_Directions for this task_
Below are the records; copy each line in them that holds the word "await".

_Source data_
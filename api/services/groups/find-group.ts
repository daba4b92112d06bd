import type { EntityManager } from '@mikro-orm/sqlite';
import { AppError } from '../../../shared/errors.ts';
import { GroupEntity, MembershipEntity, type Group, type Membership } from '../../entities/group.ts';

/** @throws AppError 'not-found' */
export async function findGroup(em: EntityManager, slug: string): Promise<Group> {
  const group = await em.findOne(GroupEntity, { slug });
  if (!group) throw new AppError('not-found', `There is no group '${slug}'.`);
  return group;
}

/** @throws AppError 'not-found' */
export async function findMembership(em: EntityManager, group: Group, handle: string): Promise<Membership> {
  const membership = await em.findOne(MembershipEntity, { group: group.id, user: { handle } }, { populate: ['user'] });
  if (!membership) throw new AppError('not-found', `'${handle}' is not a member of ${group.name}.`);
  return membership;
}
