import type { SiteRole } from '../../shared/domain/permissions.ts';

/** An account the local stand-in for GitHub vouches for. */
export interface StandInAccount {
  readonly githubId: string;
  readonly handle: string;
  readonly email: string;
  /** Given when the account is made, away from production only. */
  readonly siteRoles: readonly SiteRole[];
}

const account = (number: number, handle: string, siteRoles: readonly SiteRole[] = []): StandInAccount => ({
  githubId: String(number),
  handle,
  email: `${handle}@hadamark.example`,
  siteRoles,
});

/** One per role. Their groups come with the demonstration data. */
export const demoAccounts: readonly StandInAccount[] = [
  account(9001, 'member-demo'),
  account(9002, 'developer-demo'),
  account(9003, 'curator-demo'),
  account(9004, 'reviewer-demo', ['reviewer']),
  account(9005, 'owner-demo'),
  account(9006, 'observer-demo'),
  account(9007, 'admin-demo', ['administrator']),
  account(9008, 'second-reviewer-demo', ['reviewer']),
];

_Output for this exercise_
  const group = await em.findOne(GroupEntity, { slug });
  const membership = await em.findOne(MembershipEntity, { group: group.id, user: { handle } }, { populate: ['user'] });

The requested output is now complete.